My gentoo linux is on HD b and is not raided.

If HD a fails, i replace the HD, create a new 20Gb partition and add it to the raid array. All sorted.

But what if HD b fails?

I replace the HD, reinstall the OS.

Then can i mount the partition on HD a, as a stand alown partition?

Or do i have to set up raid and add it to a new raid array be for i can access it??

Cheers

----------

## NeddySeagoon

Bullet Dodger,

You can safely mount half a raid1 set read only but you can bring it up in degraded mode as a raid, then add the replacement partition.

Thats safer. You may still use the raid as it syncs the new partition.

----------

## Bullet Dodger

I think you've answered the question, but i think u missed the point of what i was saying.

If my HD a fails i lose half a raid1 with OS still intact. This HD can be replaced and added to the raid array and it will be as good as new.

If my HD b fails it will take with it my OS, as my OS is not rided and only lives on HD b.

So if HD b fails, i would have 2 replace the HD and reinstall the OS.

The main reason for asking the question was to find out the earliest stage that i could access this raid partition in the case of HD b (and therefore the OS) going down.

From you reply if sounds like i found re-install gentoo and mount the surviving partition from HD a by its self (ie not as a raid device), before i reinstall the raid setup but why read only? (Not that it matters, cos if this happened read only would be good enough to copy all the data to a cd).

Cheers

----------

## Bullet Dodger

I was looking through my emails and when looking at the one from this forum, i got a targeted advertisment from gmail from these people http://www.drivecrash.com/raidSystems.php

They claim they can recover data from a raid array.

Now i might be missing someting here but, unless you have a non redundent raid array ie. raid0 why would you ever need them?

The whole idea of alot of raid levels are to provide redundancy (ie. raid1) so that your data survives a DH failure.

Have i missed somthing, or are these people trying to take some people for a ride. (Like the people with the money, but no idea?)

Just doesn't sound quite right to me. Unless they are talking about multi drive failures, but what is the chance of that !!

----------

## NeddySeagoon

Bullet Dodger,

You can mount your 1/2 a raid set as an ordinary volume but if you allow it to be written in this mode, things get out of step.

Hence read only.

However, you don't need both parts of the mirror to mount it as /dev/mdX, only raid1 support in your kernel.

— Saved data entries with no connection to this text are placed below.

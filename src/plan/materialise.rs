//! A dry run made real: the netlist with the proposal applied.
//!
//! Nets keep their names, gates their lines, functions and order; what goes is
//! left out, what is new stands where the format wants it. In BLIF the new gates
//! drive the replaced nets; in AIGER readers of a replaced net are redirected
//! and the inversion goes into them. Invariant: the gate count and every depth
//! of the result equal the dry run's estimate.

use super::dry_run::DryRun;
use super::made::Made;
use super::overlay::{GateStyle, Literal, Node, Operator, Overlay};
use super::set_run::SetRun;
use crate::netlist::{
    BlackBox, Driver, Function, GateId, NameId, NetId, Netlist, NetlistBuilder, Output, Property,
    Register, ScopeId, Signal, TooLarge,
};
use fixedbitset::FixedBitSet;
use rustc_hash::{FxHashMap, FxHashSet};
use std::ops::Range;

/// The netlist with a proposal applied.
pub struct Rebuilt {
    /// The new netlist.
    pub netlist: Netlist,
    /// By net of the old netlist: the net that stands for it, if it stays. A
    /// redirected net of AIGER stays as the signal its readers now read.
    pub nets: Vec<Option<Signal>>,
}

/// Builds the netlist of a dry run; new nets are named `prefix` and a number in
/// BLIF and have no name in AIGER.
///
/// # Errors
/// When the result would need more ids than 32 bits hold.
pub fn materialise(run: &DryRun<'_, '_>, prefix: &str) -> Result<Rebuilt, TooLarge> {
    let site = run.site;
    let needed = site.needed.iter().map(|needed| needed.net);
    let needed: Vec<(NetId, Literal)> = needed.zip(run.literals.iter().copied()).collect();
    let patch = Patch {
        netlist: site.ground.netlist,
        overlay: &run.overlay,
        made: &run.made,
        removed: &site.removed,
        swept: &run.swept,
        stretches: vec![Stretch {
            nodes: 0..run.overlay.len(),
            needed: 0..needed.len(),
            behind: &site.region,
        }],
        needed,
    };
    write(&patch, prefix)
}

/// As [`materialise`], with a whole set of proposals applied.
///
/// # Errors
/// When the result would need more ids than 32 bits hold.
pub fn materialise_set(run: &SetRun<'_, '_>, prefix: &str) -> Result<Rebuilt, TooLarge> {
    let site = run.site;
    let needed = site.needed.iter().map(|needed| needed.net);
    let patch = Patch {
        netlist: site.ground.netlist,
        overlay: &run.overlay,
        made: &run.made,
        removed: &site.removed,
        swept: &run.swept,
        stretches: run.stretches().collect(),
        needed: needed.zip(run.literals.iter().copied()).collect(),
    };
    write(&patch, prefix)
}

/// What changes in a netlist.
struct Patch<'p> {
    netlist: &'p Netlist,
    overlay: &'p Overlay,
    made: &'p Made,
    removed: &'p FxHashSet<GateId>,
    swept: &'p [GateId],
    /// Existing nets to show something new, and what.
    needed: Vec<(NetId, Literal)>,
    /// The new gates and the gates behind them, in an order in which nothing is
    /// read before it is made.
    stretches: Vec<Stretch<'p>>,
}

/// New gates, the nets they are made for, and the gates behind those nets.
pub(super) struct Stretch<'p> {
    pub(super) nodes: Range<usize>,
    pub(super) needed: Range<usize>,
    pub(super) behind: &'p [GateId],
}

fn write(patch: &Patch<'_>, prefix: &str) -> Result<Rebuilt, TooLarge> {
    let mut writer = Writer::new(patch, prefix);
    writer.copy_nets()?;
    writer.copy_inputs();
    let old = writer.old;
    if patch.overlay.style() == GateStyle::AndInverter {
        // Gates before what reads them.
        let mut behind = FixedBitSet::with_capacity(old.gate_count());
        let late = patch.stretches.iter().flat_map(|each| each.behind);
        behind.extend(late.map(|gate| gate.index()));
        for gate in old.gates().filter(|gate| !behind.contains(gate.index())) {
            writer.copy_gate(gate)?;
        }
        for stretch in &patch.stretches {
            writer.make_gates(stretch.nodes.clone())?;
            writer.redirect(stretch.needed.clone())?;
            for &gate in stretch.behind {
                writer.copy_gate(gate)?;
            }
        }
    } else {
        for gate in old.gates() {
            writer.copy_gate(gate)?;
        }
        writer.make_gates(0..patch.overlay.len())?;
        writer.drive_real_nets()?;
    }
    writer.copy_rest();
    Ok(Rebuilt {
        netlist: writer.builder.finish(),
        nets: writer.nets,
    })
}

struct Writer<'p> {
    patch: &'p Patch<'p>,
    old: &'p Netlist,
    builder: NetlistBuilder,
    /// No old name begins with it.
    prefix: String,
    made: usize,
    nets: Vec<Option<Signal>>,
    scopes: FxHashMap<ScopeId, ScopeId>,
    /// By node of the overlay: the net that shows it.
    shown: Vec<Option<Signal>>,
}

impl<'p> Writer<'p> {
    fn new(patch: &'p Patch<'p>, prefix: &str) -> Self {
        let old = patch.netlist;
        let mut prefix = prefix.to_owned();
        while old.names().any_begins_with(prefix.as_bytes()) {
            prefix.push('_');
        }
        let mut builder = NetlistBuilder::new();
        if old.has_inverted_edges() {
            builder.set_inverted_edges();
        }
        if let Some(model) = old.model() {
            let name = builder.name(old.names().bytes(model));
            builder.set_model(name);
        }
        Self {
            patch,
            old,
            builder,
            prefix,
            made: 0,
            nets: vec![None; old.net_count()],
            scopes: FxHashMap::from_iter([(ScopeId::new(0), ScopeId::new(0))]),
            shown: vec![None; patch.overlay.len()],
        }
    }

    fn name(&mut self, name: NameId) -> NameId {
        let bytes = self.old.names().bytes(name);
        self.builder.name(bytes)
    }

    /// The new scope of an old one. Parents have lower ids and the same path
    /// but its last name, so a loop over the path makes what is missing.
    fn scope(&mut self, scope: ScopeId) -> ScopeId {
        if let Some(&known) = self.scopes.get(&scope) {
            return known;
        }
        let mut at = ScopeId::new(0);
        for name in self.old.scope_path(scope) {
            let name = self.name(name);
            at = self.builder.add_scope(at, name);
        }
        self.scopes.insert(scope, at);
        at
    }

    fn is_removed(&self, gate: GateId) -> bool {
        self.patch.removed.contains(&gate) || self.patch.swept.binary_search(&gate).is_ok()
    }

    fn copy_nets(&mut self) -> Result<(), TooLarge> {
        let mut needed: Vec<NetId> = self.patch.needed.iter().map(|&(net, _)| net).collect();
        needed.sort_unstable();
        let redirects = self.patch.overlay.style() == GateStyle::AndInverter;
        for net in self.old.nets() {
            let gone = match self.old.driver(net) {
                Driver::Gate(gate) => {
                    self.is_removed(gate) && (redirects || needed.binary_search(&net).is_err())
                }
                _ => false,
            };
            if gone {
                continue;
            }
            let copy = if let Driver::Constant(value) = self.old.driver(net) {
                self.builder.constant(value)?
            } else {
                let name = self.old.local_name(net).map(|name| self.name(name));
                let scope = self.scope(self.old.net_scope(net));
                self.builder.add_net(name, scope)?
            };
            self.nets[net.index()] = Some(Signal::plain(copy));
        }
        Ok(())
    }

    /// What stands for an old net that stays.
    fn now(&self, net: NetId) -> Signal {
        self.nets[net.index()].expect("what is read stays")
    }

    /// As [`Self::now`] where inversions cannot occur.
    fn net_now(&self, net: NetId) -> NetId {
        self.now(net).net
    }

    fn signal_now(&self, signal: Signal) -> Signal {
        let now = self.now(signal.net);
        Signal {
            inverted: now.inverted != signal.inverted,
            ..now
        }
    }

    fn copy_inputs(&mut self) {
        for &net in self.old.inputs() {
            let net = self.net_now(net);
            self.builder.add_input(net, 0);
        }
    }

    fn copy_gate(&mut self, gate: GateId) -> Result<(), TooLarge> {
        if self.is_removed(gate) {
            return Ok(());
        }
        let mut function = self.old.function(gate).clone();
        let mut pins = Vec::with_capacity(self.old.fan_ins(gate).len());
        for (pin, &net) in self.old.fan_ins(gate).iter().enumerate() {
            let now = self.now(net);
            if now.inverted {
                function = function.flip(pin);
            }
            pins.push(now.net);
        }
        let output = self.net_now(self.old.gate_output(gate));
        let scope = self.scope(self.old.gate_scope(gate));
        let own = self.old.function_id(gate);
        let id = self.builder.function_like(self.old, own, function);
        let line = self.old.gate_line(gate);
        self.builder.add_gate(id, &pins, output, scope, line)?;
        Ok(())
    }

    /// The net and polarity that shows a literal.
    fn show(&mut self, literal: Literal) -> Result<Signal, TooLarge> {
        let node = literal.node();
        let signal = match self.patch.overlay.operator(node) {
            Operator::Constant => {
                let value = literal.is_inverted();
                return Ok(Signal::plain(self.builder.constant(value)?));
            }
            Operator::Net(net) => self.now(net),
            _ => self.shown[node.index()].expect("inputs are made first"),
        };
        Ok(Signal {
            inverted: signal.inverted != literal.is_inverted(),
            ..signal
        })
    }

    /// Makes the gates of the overlay, each driving the first real net that
    /// shows it, else a new net.
    fn make_gates(&mut self, nodes: Range<usize>) -> Result<(), TooLarge> {
        let Patch {
            overlay, needed, ..
        } = self.patch;
        let mut first: FxHashMap<Node, (NetId, bool)> = FxHashMap::default();
        if overlay.style() != GateStyle::AndInverter {
            for &(net, literal) in needed {
                let entry = first.entry(literal.node());
                entry.or_insert((net, literal.is_inverted()));
            }
        }
        let nodes = overlay.nodes().skip(nodes.start).take(nodes.len());
        for node in nodes.filter(|&node| overlay.is_gate(node)) {
            if let Some(existing) = overlay.existing(node) {
                self.shown[node.index()] = self.nets[existing.net.index()].map(|now| Signal {
                    inverted: now.inverted != existing.inverted,
                    ..now
                });
                continue;
            }
            if !self.patch.made.is_made[node.index()] {
                continue;
            }
            let (output, inverted) = match first.get(&node) {
                Some(&(net, inverted)) => (self.net_now(net), inverted),
                None => (self.new_net()?, false),
            };
            self.add_gate(node, output, inverted)?;
            self.shown[node.index()] = Some(Signal {
                net: output,
                inverted,
            });
        }
        Ok(())
    }

    fn new_net(&mut self) -> Result<NetId, TooLarge> {
        let top = ScopeId::new(0);
        if self.patch.overlay.style() == GateStyle::AndInverter {
            return self.builder.add_net(None, top);
        }
        self.made += 1;
        let text = format!("{}{}", self.prefix, self.made);
        let name = self.builder.name(text.as_bytes());
        self.builder.add_net(Some(name), top)
    }

    /// One gate of `node`, its output complemented when `inverted` is set.
    fn add_gate(&mut self, node: Node, output: NetId, inverted: bool) -> Result<(), TooLarge> {
        let overlay = &self.patch.overlay;
        let inputs = overlay.inputs(node).to_vec();
        let mut pins = Vec::with_capacity(inputs.len());
        for &input in &inputs {
            pins.push(self.show(input)?);
        }
        let flags: Vec<bool> = pins.iter().map(|pin| pin.inverted).collect();
        let function = overlay.operator(node).written(&flags, inverted);
        let nets: Vec<NetId> = pins.iter().map(|pin| pin.net).collect();
        let id = self.builder.function(function);
        self.builder
            .add_gate(id, &nets, output, ScopeId::new(0), 0)?;
        Ok(())
    }

    /// Drives the real nets that [`Self::make_gates`] has not.
    fn drive_real_nets(&mut self) -> Result<(), TooLarge> {
        let patch = self.patch;
        for &(net, literal) in &patch.needed {
            let output = self.net_now(net);
            if self.builder.driver(output) != Driver::None {
                continue;
            }
            let node = literal.node();
            if patch.overlay.is_gate(node) {
                self.add_gate(node, output, literal.is_inverted())?;
                continue;
            }
            let (function, pins) = match patch.overlay.operator(node) {
                Operator::Constant => (Function::constant(literal.is_inverted()), Vec::new()),
                _ => {
                    let from = self.show(literal)?;
                    (Function::buffer(from.inverted), vec![from.net])
                }
            };
            let id = self.builder.function(function);
            self.builder
                .add_gate(id, &pins, output, ScopeId::new(0), 0)?;
        }
        Ok(())
    }

    /// Lets the readers of the replaced nets read the new gates.
    fn redirect(&mut self, needed: Range<usize>) -> Result<(), TooLarge> {
        let patch = self.patch;
        for &(net, literal) in &patch.needed[needed] {
            let signal = self.show(literal)?;
            self.nets[net.index()] = Some(signal);
        }
        Ok(())
    }

    fn copy_rest(&mut self) {
        for &Output { signal, name, line } in self.old.outputs() {
            let name = name.map(|name| self.name(name));
            let signal = self.signal_now(signal);
            self.builder.add_output(signal, name, line);
        }
        for register in self.old.registers() {
            let copy = Register {
                input: self.signal_now(register.input),
                output: self.net_now(register.output),
                control: register.control.map(|net| self.net_now(net)),
                ..*register
            };
            self.builder.add_register(copy);
        }
        for each in self.old.boxes() {
            let copy = BlackBox {
                model: self.name(each.model),
                kind: each.kind,
                inputs: each.inputs.iter().map(|&net| self.net_now(net)).collect(),
                outputs: each.outputs.iter().map(|&net| self.net_now(net)).collect(),
                pins: each.pins.iter().map(|&pin| self.name(pin)).collect(),
                scope: self.scope(each.scope),
                line: each.line,
            };
            self.builder.add_box(copy);
        }
        for property in self.old.properties() {
            let copy = Property {
                kind: property.kind,
                signal: self.signal_now(property.signal),
                name: property.name.map(|name| self.name(name)),
            };
            self.builder.add_property(copy);
        }
    }
}
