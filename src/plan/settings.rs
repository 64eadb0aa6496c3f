//! What a plan may build, and why: the limits on new gates and the margin.
//!
//! Where the user says nothing the netlist decides, and the reason is kept as a
//! sentence for the report. AIGER knows two-input ANDs only, so any other
//! request is refused rather than quietly ignored.

use super::overlay::GateStyle;
use crate::netlist::{FunctionId, Netlist, Shape, TruthTable};
use crate::network::Limits;
use crate::timing::DelayModel;

/// What one new gate may be.
#[derive(Clone, Copy, PartialEq, Eq, Hash, Debug)]
pub enum NewGates {
    /// One product of any polarities or its complement, or one XOR.
    SingleOperator,
    /// Any function of up to six inputs.
    Cover,
}

impl NewGates {
    /// The word used on the command line and in records.
    pub fn word(self) -> &'static str {
        match self {
            Self::SingleOperator => "single-operator",
            Self::Cover => "cover",
        }
    }
}

/// A request that cannot be met.
#[derive(Clone, Copy, PartialEq, Eq, Debug, thiserror::Error)]
pub enum SettingsError {
    /// Fewer than two inputs.
    #[error("a gate limit of {0} inputs is too small; at least 2 are needed")]
    TooFewInputs(usize),
    /// More inputs than a new AIGER gate has.
    #[error("an AIGER gate is an AND of two inputs; {0} cannot be asked for")]
    TooWideForAiger(usize),
    /// Covers in AIGER.
    #[error("an AIGER gate is an AND of two inputs; covers cannot be asked for")]
    CoverInAiger,
    /// A cover beyond a truth table.
    #[error("a new cover has at most 6 inputs; {0} cannot be asked for")]
    TooWideForCover(usize),
}

/// What the user asked for; `None` leaves it to the netlist.
#[derive(Clone, Copy, PartialEq, Eq, Debug)]
pub struct Request {
    /// The delay model.
    pub model: DelayModel,
    /// What new gates may be.
    pub new_gates: Option<NewGates>,
    /// Most inputs of a new gate.
    pub gate_inputs: Option<usize>,
    /// Chains with more slack than this are not planned; `None` for the
    /// default margin.
    pub margin: Option<i32>,
}

impl Request {
    /// Everything left to the netlist.
    pub fn new(model: DelayModel) -> Self {
        Self {
            model,
            new_gates: None,
            gate_inputs: None,
            margin: None,
        }
    }
}

/// The settings a plan works by.
#[derive(Clone, PartialEq, Eq, Debug)]
pub struct Settings {
    /// The delay model.
    pub model: DelayModel,
    /// What new gates may be.
    pub new_gates: NewGates,
    /// Why.
    pub new_gates_reason: String,
    /// Most inputs of a new gate.
    pub gate_inputs: usize,
    /// Why.
    pub gate_inputs_reason: String,
    /// A chain with more slack than this, against the longest path of its kind,
    /// is not planned; `None` for [`DEFAULT_MARGIN_PERCENT`] of that path.
    pub margin: Option<i32>,
    /// What the netlist's format makes of new gates.
    pub style: GateStyle,
}

/// The default margin: this share of the longest path of the chain's kind.
pub const DEFAULT_MARGIN_PERCENT: i32 = 10;

impl Settings {
    /// Completes a request for one netlist.
    ///
    /// # Errors
    /// When the request cannot be met in the netlist's format.
    pub fn resolve(request: Request, netlist: &Netlist) -> Result<Self, SettingsError> {
        if let Some(inputs) = request.gate_inputs.filter(|&inputs| inputs < 2) {
            return Err(SettingsError::TooFewInputs(inputs));
        }
        if netlist.has_inverted_edges() {
            return Self::for_aiger(request);
        }
        let (new_gates, new_gates_reason) = match request.new_gates {
            Some(asked) => (asked, "as asked".to_owned()),
            None if uses_covers(netlist) => (
                NewGates::Cover,
                "the netlist itself uses other functions of three or more inputs".to_owned(),
            ),
            None => (
                NewGates::SingleOperator,
                "the netlist uses no other function of three or more inputs".to_owned(),
            ),
        };
        let (style, most) = match new_gates {
            NewGates::SingleOperator => (GateStyle::SingleOperator, 4),
            NewGates::Cover => (GateStyle::Cover, TruthTable::MAX_INPUTS),
        };
        if let (NewGates::Cover, Some(inputs)) = (new_gates, request.gate_inputs)
            && inputs > TruthTable::MAX_INPUTS
        {
            return Err(SettingsError::TooWideForCover(inputs));
        }
        let (gate_inputs, gate_inputs_reason) = match request.gate_inputs {
            Some(asked) => (asked, "as asked".to_owned()),
            None => default_inputs(netlist, new_gates, most),
        };
        Ok(Self {
            model: request.model,
            new_gates,
            new_gates_reason,
            gate_inputs,
            gate_inputs_reason,
            margin: request.margin,
            style,
        })
    }

    fn for_aiger(request: Request) -> Result<Self, SettingsError> {
        match request {
            Request {
                gate_inputs: Some(inputs @ 3..),
                ..
            } => Err(SettingsError::TooWideForAiger(inputs)),
            Request {
                new_gates: Some(NewGates::Cover),
                ..
            } => Err(SettingsError::CoverInAiger),
            _ => Ok(Self {
                model: request.model,
                new_gates: NewGates::SingleOperator,
                new_gates_reason: "an AIGER gate is an AND".to_owned(),
                gate_inputs: 2,
                gate_inputs_reason: "an AIGER gate has two inputs".to_owned(),
                margin: request.margin,
                style: GateStyle::AndInverter,
            }),
        }
    }

    /// The limits in the words of the carry networks.
    pub fn limits(&self) -> Limits {
        Limits {
            gate_inputs: self.gate_inputs,
            covers: self.new_gates == NewGates::Cover,
        }
    }

    /// Whether every chain is planned, whatever it has to spare.
    pub fn plans_all(&self) -> bool {
        self.margin == Some(i32::MAX)
    }

    /// The margin against a longest path of `longest` ticks.
    pub fn margin_at(&self, longest: i32) -> i32 {
        self.margin
            .unwrap_or(longest.saturating_mul(DEFAULT_MARGIN_PERCENT) / 100)
    }
}

fn uses_covers(netlist: &Netlist) -> bool {
    (0..netlist.function_count()).any(|id| {
        let function = netlist.function_of(FunctionId::new(id));
        function.inputs() >= 3 && function.shape() == Shape::Other
    })
}

fn default_inputs(netlist: &Netlist, new_gates: NewGates, most: usize) -> (usize, String) {
    let largest = netlist
        .gates()
        .map(|gate| netlist.fan_ins(gate).len())
        .max()
        .unwrap_or(0);
    let kind = new_gates.word();
    if largest > most {
        let reason = format!(
            "the widest gate of the netlist has {largest}; {most} is the default limit for {kind} gates"
        );
        (most, reason)
    } else if largest < 2 {
        (2, "a gate needs at least two".to_owned())
    } else {
        (
            largest,
            format!("the widest gate of the netlist has {largest}"),
        )
    }
}
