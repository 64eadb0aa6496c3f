//! Which nodes of an overlay become gates, and what that costs.
//!
//! The literals that existing nets are to show decide it: a gate that nothing
//! reaches is not made; in BLIF every net to be driven is a gate of its own, in
//! either polarity (a buffer, inverter or constant where it equals an operand or a
//! constant), in AIGER it is none, since readers are redirected. Invariant: the
//! writer ([`super::materialise`]) makes exactly these gates.

use super::overlay::{GateStyle, Literal, Node, Operator, Overlay};
use crate::netlist::NetId;

/// See the head of the module.
pub(super) struct Made {
    /// By node: whether its gate is made, once or once per real net.
    pub(super) is_made: Vec<bool>,
    /// By node: the real nets that are gates of it (BLIF only).
    real_nets: Vec<u32>,
}

/// What new gates cost.
#[derive(Default)]
pub(super) struct Count {
    pub(super) gates: usize,
    /// A k-input gate counted k − 1.
    pub(super) equivalents: usize,
    pub(super) largest_fan_in: usize,
}

impl Made {
    /// What is made so that a net each can show `literals`.
    pub(super) fn of(overlay: &Overlay, literals: &[Literal]) -> Self {
        let mut live = vec![false; overlay.len()];
        let mut is_made = vec![false; overlay.len()];
        let mut real_nets = vec![0; overlay.len()];
        for literal in literals {
            let node = literal.node();
            live[node.index()] = true;
            if overlay.style() != GateStyle::AndInverter && overlay.is_gate(node) {
                real_nets[node.index()] += 1;
            }
        }
        for node in overlay.nodes().rev() {
            let i = node.index();
            let shared = live[i] && overlay.is_gate(node) && overlay.existing(node).is_none();
            if shared || real_nets[i] > 0 {
                is_made[i] = true;
                for input in overlay.inputs(node) {
                    live[input.node().index()] = true;
                }
            }
        }
        Self { is_made, real_nets }
    }

    /// How many gates a node is.
    fn copies(&self, overlay: &Overlay, node: Node) -> usize {
        if !self.is_made[node.index()] {
            return 0;
        }
        let real = self.real_nets[node.index()] as usize;
        let shared = usize::from(overlay.existing(node).is_none());
        real.max(shared)
    }

    /// The new gates.
    pub(super) fn count(&self, overlay: &Overlay, literals: &[Literal]) -> Count {
        let mut count = Count::default();
        let mut add = |gates: usize, inputs: usize| {
            count.gates += gates;
            count.equivalents += gates * inputs.saturating_sub(1);
            if gates > 0 {
                count.largest_fan_in = count.largest_fan_in.max(inputs);
            }
        };
        for node in overlay.nodes() {
            add(self.copies(overlay, node), overlay.inputs(node).len());
        }
        if overlay.style() != GateStyle::AndInverter {
            for literal in literals {
                match overlay.operator(literal.node()) {
                    Operator::Constant => add(1, 0),
                    Operator::Net(_) => add(1, 1),
                    Operator::And | Operator::Xor | Operator::Cover(_) => {}
                }
            }
        }
        count
    }

    /// Most readers of a new gate; `shown` are the literals with the readers that
    /// the nets showing them have outside.
    pub(super) fn largest_fan_out(&self, overlay: &Overlay, shown: &[(Literal, u32)]) -> usize {
        let mut inner = vec![0usize; overlay.len()];
        for node in overlay.nodes() {
            let copies = self.copies(overlay, node);
            for input in overlay.inputs(node) {
                inner[input.node().index()] += copies;
            }
        }
        let mut largest = 0;
        if overlay.style() == GateStyle::AndInverter {
            for &(literal, uses) in shown {
                inner[literal.node().index()] += uses as usize;
            }
        } else {
            // The first real net of a node also serves the new gates.
            let mut first = vec![true; overlay.len()];
            for &(literal, uses) in shown {
                let node = literal.node();
                let serves = overlay.is_gate(node)
                    && overlay.existing(node).is_none()
                    && std::mem::take(&mut first[node.index()]);
                let inside = if serves { inner[node.index()] } else { 0 };
                largest = largest.max(uses as usize + inside);
            }
        }
        for node in overlay.nodes() {
            if self.copies(overlay, node) > 0
                && self.real_nets[node.index()] == 0
                && overlay.existing(node).is_none()
            {
                largest = largest.max(inner[node.index()]);
            }
        }
        largest
    }

    /// The existing nets that new gates or driven nets read, ascending.
    pub(super) fn reads(&self, overlay: &Overlay, literals: &[Literal]) -> Vec<NetId> {
        let inputs = overlay
            .nodes()
            .filter(|node| self.is_made[node.index()])
            .flat_map(|node| overlay.inputs(node));
        let mut nets: Vec<NetId> = inputs
            .chain(literals)
            .filter_map(|literal| match overlay.operator(literal.node()) {
                Operator::Net(net) => Some(net),
                _ => overlay.existing(literal.node()).map(|shown| shown.net),
            })
            .collect();
        nets.sort_unstable();
        nets.dedup();
        nets
    }
}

you can then mount your degraded raid quite safely in read write mode. This is safest.

The Gentoo liveCD can do either.

RAID1, 5, or 6 guards against failures of disks. There are other single points of failure that can cause you to loose more drives than raid alone can cope with. e.g. a drive controller with two drives attached. You may want to help to recover your raid data then.

Of course, raid is not intended as an alternative to backups. rm <file> removes the file from the raid, so you still need backups to get it back.

----------

## Bullet Dodger

 *Quote:*   

> 
> 
> Of course, raid is not intended as an alternative to backups. rm <file> removes the file from the raid, so you still need backups to get it back.
> 
> 

 

I agree. But i don't make backup as often as i should (or would like to). A very common problem, i think you'll agree.

But i have alot of digital pictures of my 1 year old son. (my 1st son) and really do not want to lose any of em. so decided a raid partition could protect against a single drive failure in the lose of any of these pics. I've had 3 computers and never had a HD failure, but a friend of my has just lost a HD. unfortunatly he had alot of work related stuff on there that was not backed up!! And paid quite a bit out of his own pocket to a HD recovery company.

I think a raid patition and a little less than desired back up to CD should be good enough for my requirements.

Cheers.

----------

## Bullet Dodger

i have a second question related to raid and hot-swapable devices.

i read that all hardware when used with linux is hot-swappable with the exception of ram.

so i decied to test my raid setup (on the fly) against the advice of the howto (http://www.tldp.org/HOWTO/Software-RAID-HOWTO.html#toc3)

With my gentoo box running i pulled the data bus to HD a.

When i tried to access my raid1 partition, after a sort delay, HD "a" was marked as bad and every thing carried on as expected.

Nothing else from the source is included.